This study employed a rigorous feature selection process, integrating variance thresholding, univariate selection, and the LASSO algorithm, to identify a set of radiomic features with clear biological significance for model construction. The final selection comprised 10 features (Figure 3B), which were predominantly localized in the entorhinal cortex, left hippocampus, and temporal lobe. These critical brain regions are closely associated with cognitive function and align well with the established pathological mechanisms of Alzheimer’s disease and mild cognitive impairment, such as early involvement of the entorhinal cortex and hippocampus (36, 37) and cognitive domain impairments linked to the temporal lobe (38). The radiomics model built on these 10 features showed the best performance among single modalities: training set macro AUC = 0.91 (LR)/0.88 (RF), micro AUC = 0.89 (LR)/0.86 (RF); test set macro AUC = 0.84 (LR)/0.80 (RF), micro AUC = 0.83 (LR)/0.78 (RF).

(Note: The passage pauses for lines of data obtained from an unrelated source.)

/// Draw temperature against depth: layers shaded, the profile, the band across snow
/// regressions, the 0 °C line and each 0 °C plane. `scale` multiplies font sizes and line
/// widths (the page passes its device pixel ratio).
pub fn draw_profile<DB: DrawingBackend>(
    root: &DrawingArea<DB, Shift>,
    c: &Computed,
    sys: UnitSystem,
    scale: f64,
) -> Result<(), ChartError> {
    let scale = chart_scale(scale);
    let px = |v: f64| (v * scale).round() as u32;
    let tq = quantity("temperature").ok_or_else(|| ChartError("no temperature unit".into()))?;
    let zq = quantity("depth").ok_or_else(|| ChartError("no depth unit".into()))?;
    let t = |si: f64| tq.show(sys, si);
    let z = |si: f64| zq.show(sys, si);
    let r = &c.result;

    root.fill(&WHITE).map_err(err)?;
    let depth_max = z(r.total_depth_m());
    // Tick labels: enough decimals for the span, no more.
    let depth_decimals = if depth_max >= 20.0 {
        0
    } else if depth_max >= 4.0 {
        1
    } else {
        2
    };
    // Temperature range: profile, band, faces and 0 °C, with a margin.
    let mut lo = f64::INFINITY;
    let mut hi = f64::NEG_INFINITY;
    let mut take = |v: f64| {
        lo = lo.min(v);
        hi = hi.max(v);
    };
    take(t(0.0));
    for &(_, tc) in &r.profile_at(&c.depths_m) {
        take(t(tc));
    }
    for face in [&r.top, &r.bottom] {
        take(t(face.surface_c));
    }
    if let Some(b) = &c.band {
        b.min_c.iter().chain(&b.max_c).for_each(|&v| take(t(v)));
    }
    let span = (hi - lo).max(1.0);
    let (x0, x1) = (lo - 0.06 * span, hi + 0.06 * span);

    let font = |size: f64| ("sans-serif", size * scale).into_font().color(&INK);
    let title = "Temperature through the stack";
    let mut chart = ChartBuilder::on(root)
        .margin(px(12.0))
        .caption(title, font(17.0))
        .x_label_area_size(px(44.0))
        .y_label_area_size(px(64.0))
        .build_cartesian_2d(x0..x1, -depth_max..0.0)
        .map_err(err)?;

    // Layers, shaded, with their names.
    for (i, (l, m)) in r.layers.iter().zip(&r.stack.materials).enumerate() {
        let (zt, zb) = (z(l.top_depth_m), z(l.bottom_depth_m));
        // Neighbours of one family alternate in shade so each layer stays visible.
        let mut fill = layer_fill(m.family);
        let same_as_above = i > 0 && r.stack.materials[i - 1].family == m.family;
        if same_as_above && i % 2 == 1 {
            fill = RGBColor(
                (fill.0 as f64 * 0.93) as u8,
                (fill.1 as f64 * 0.93) as u8,
                (fill.2 as f64 * 0.93) as u8,
            );
        }
        chart
            .draw_series(std::iter::once(Rectangle::new(
                [(x0, -zt), (x1, -zb)],
                fill.filled(),
            )))
            .map_err(err)?;
        if i > 0 {
            chart
                .draw_series(std::iter::once(PathElement::new(
                    vec![(x0, -zt), (x1, -zt)],
                    RGBColor(150, 150, 150).stroke_width(px(1.0)),
                )))
                .map_err(err)?;
        }
        let h_frac = (zb - zt) / depth_max.max(1e-12);
        if h_frac > 0.03 {
            let name = &r.stack.layers[i].name;
            let label = if name.trim().is_empty() {
                m.label.clone()
            } else {
                name.clone()
            };
            let label: String = label.chars().take(40).collect();
            chart
                .draw_series(std::iter::once(Text::new(
                    label,
                    (x1 - 0.015 * (x1 - x0), -zt - 0.012 * depth_max),
                    font(12.0)
                        .color(&RGBColor(90, 96, 104))
                        .pos(Pos::new(HPos::Right, VPos::Top)),
                )))
                .map_err(err)?;
        }
    }

    chart
        .configure_mesh()
        .disable_mesh()
        .x_desc(format!("Temperature ({})", tq.unit(sys).symbol))
        .y_desc(format!("Depth from the top face ({})", zq.unit(sys).symbol))
        .y_label_formatter(&|v| format!("{:.*}", depth_decimals, v.abs()))
        .x_label_formatter(&|v| format!("{v:.0}"))
        .label_style(font(12.0))
        .axis_desc_style(font(13.0))
        .draw()
        .map_err(err)?;

    // Band across snow regressions.
    if let Some(b) = &c.band {
        let mut poly: Vec<(f64, f64)> = b
            .depths_m
            .iter()
            .zip(&b.min_c)
            .map(|(&d, &v)| (t(v), -z(d)))
            .collect();
        poly.extend(
            b.depths_m
                .iter()
                .zip(&b.max_c)
                .rev()
                .map(|(&d, &v)| (t(v), -z(d))),
        );
        chart
            .draw_series(std::iter::once(Polygon::new(poly, BAND.mix(0.35).filled())))
            .map_err(err)?
            .label("Range across the snow conductivity regressions")
            .legend(move |(x, y)| {
                Rectangle::new(
                    [
                        (x, y - px(5.0) as i32),
                        (x + px(18.0) as i32, y + px(5.0) as i32),
                    ],
                    BAND.mix(0.35).filled(),
                )
            });
    }

    // 0 °C line.
    let t0 = t(0.0);
    chart
        .draw_series(DashedLineSeries::new(
            vec![(t0, 0.0), (t0, -depth_max)],
            px(6.0),
            px(4.0),
            ZERO.stroke_width(px(1.5)),
        ))
        .map_err(err)?;

    // Profile.
    let pts: Vec<(f64, f64)> = r
        .profile_at(&r.line_depths(48))
        .into_iter()
        .map(|(d, tc)| (t(tc), -z(d)))
        .collect();
    chart
        .draw_series(LineSeries::new(pts, PROFILE.stroke_width(px(2.5))))
        .map_err(err)?
        .label(if c.band.is_some() {
            "Temperature (chosen snow regression)"
        } else {
            "Temperature"
        })
        .legend(move |(x, y)| {
            PathElement::new(
                vec![(x, y), (x + px(18.0) as i32, y)],
                PROFILE.stroke_width(px(2.5)),
            )
        });

    // 0 °C planes.
    for p in &r.zero_planes {
        let d = -z(p.depth_m);
        chart
            .draw_series(DashedLineSeries::new(
                vec![(x0, d), (x1, d)],
                px(4.0),
                px(4.0),
                ZERO.stroke_width(px(1.0)),
            ))
            .map_err(err)?;
        chart
            .draw_series(std::iter::once(Circle::new(
                (t0, d),
                px(4.0),
                ZERO.filled(),
            )))
            .map_err(err)?;
        // Label the plane on whichever side of the 0 °C line has more room.
        let label = format!(
            "{:.0} {} at {:.2} {}",
            t0,
            tq.unit(sys).symbol,
            -d,
            zq.unit(sys).symbol
        );
        let right_side = t0 < x0 + 0.6 * (x1 - x0);
        let (anchor_x, h) = if right_side {
            (t0 + 0.015 * (x1 - x0), HPos::Left)
        } else {
            (t0 - 0.015 * (x1 - x0), HPos::Right)
        };
        chart
            .draw_series(std::iter::once(Text::new(
                label,
                (anchor_x, d + 0.01 * depth_max),
                font(12.0).color(&ZERO).pos(Pos::new(h, VPos::Bottom)),
            )))
            .map_err(err)?;
    }

    draw_legend(&mut chart, SeriesLabelPosition::LowerLeft, scale)?;
    root.present().map_err(err)?;
    Ok(())
}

Reduced surface volume ratios in the entorhinal cortex, temporal lobe, and left hippocampus directly reflect progressive atrophy in these regions during disease progression, serving as “macroscopic indicators” for subtype differentiation. Texture features (e.g., GLM_MCC, GLM_Imc2, GLM_Cluster Shade) capture microstructural heterogeneity within brain regions; changes in texture features of the fourth ventricle, temporal lobe, and hippocampus may reflect microscopic pathology such as neuronal loss and gliosis (39), serving as “microscopic indicators” for early detection of potential lesions. The radiomics model’s performance approaches that of the combined model, strongly supporting structural MRI as a core biomarker for cognitive impairment.

4.4 Combined model

The core innovation of this study lies in integrating three different data dimensions: sMRI radiomics (RS), which directly reflects subtle brain structural damage (e.g., hippocampal atrophy, ventricular enlargement); clinical cognitive scales (Clinical), which quantify cognitive decline (e.g., memory, executive function); and plasma proteins (Protein), which capture molecular pathology (e.g., tau tangles). The combined model significantly outperformed single-modality models across all metrics (AUC, sensitivity, specificity, accuracy): training set macro AUC = 0.92 (vs. RS 0.91, Protein 0.79, Clinical 0.77), micro AUC = 0.91 (vs. RS 0.89, Protein 0.76, Clinical 0.72), ACC = 0.81 (vs. RS 0.79, Protein 0.58, Clinical 0.56); test set macro AUC = 0.87 (vs. RS 0.84, Protein 0.72, Clinical 0.75), micro AUC = 0.87 (vs. RS 0.83, Protein 0.74, Clinical 0.71), ACC = 0.76 (vs. RS 0.75, Protein 0.53, Clinical 0.56). This strongly supports that MCI is a multidimensional disease involving “pathology-cognition-clinical” interactions (40). Currently, the most commonly used method for diagnosing mild cognitive impairment (MCI) in clinical practice remains neuropsychological scales. Research has shown that for detecting MCI, the sensitivities of ADAS-cog, MoCA, and MMSE range from 0.757 to 0.869, with specificities between 0.721 and 0.835 (33). In this study, the combined model achieved a sensitivity of 0.82 and a specificity of 0.9 in the training set, indicating that its sensitivity is significantly higher than that of conventional clinical methods. Moreover, since ADNI collaborates with the National Institute on Aging, the baseline grouping of enrolled participants strictly follows clinical diagnostic criteria, further demonstrating the practical value of the combined model. Multimodal data fusion more effectively captures the complex and complementary information at different MCI stages, overcoming the limitations of single data sources and achieving higher accuracy in distinguishing MCI subtypes. Moreover, compared to invasive cerebrospinal fluid tests and expensive PET scans, the features selected in this model are more accessible, warranting broad application.

4.5 SHAP analysis

This study conducted a comprehensive SHAP interpretability analysis, employing bar plots and beeswarm plots to clarify the predictive mechanisms of the combined model. The findings indicate that the classification of CN individuals predominantly depends on cognitive assessments, with ADAS-Cog and MoCA emerging as principal features, underscoring the significance of “cognitive reserve” in preserving normal cognitive function. In contrast, the classification of MCI, including EMCI and LMCI, relies more substantially on radiomic biomarkers—such as ventricular texture and hippocampal morphology—and plasma biomarkers, including Aβ40, Aβ ratio, and pTau217 ratio. These biomarkers reflect the influence of “brain structural damage” and “pathological protein deposition” in cognitive deterioration. For EMCI classification, discriminative features exhibited relatively balanced contributions, likely attributable to EMCI’s intermediate status between CN and LMCI, characterized by subtler distinguishing features that complicate differentiation. In LMCI classification, the prominence of the ADAS-Cog cognitive test increased, indicating more marked cognitive decline in advanced MCI stages and enhanced sensitivity of the assessment. This stratified feature attribution offers data-driven support for precise Alzheimer’s disease subtyping, facilitating early diagnosis and targeted intervention strategies.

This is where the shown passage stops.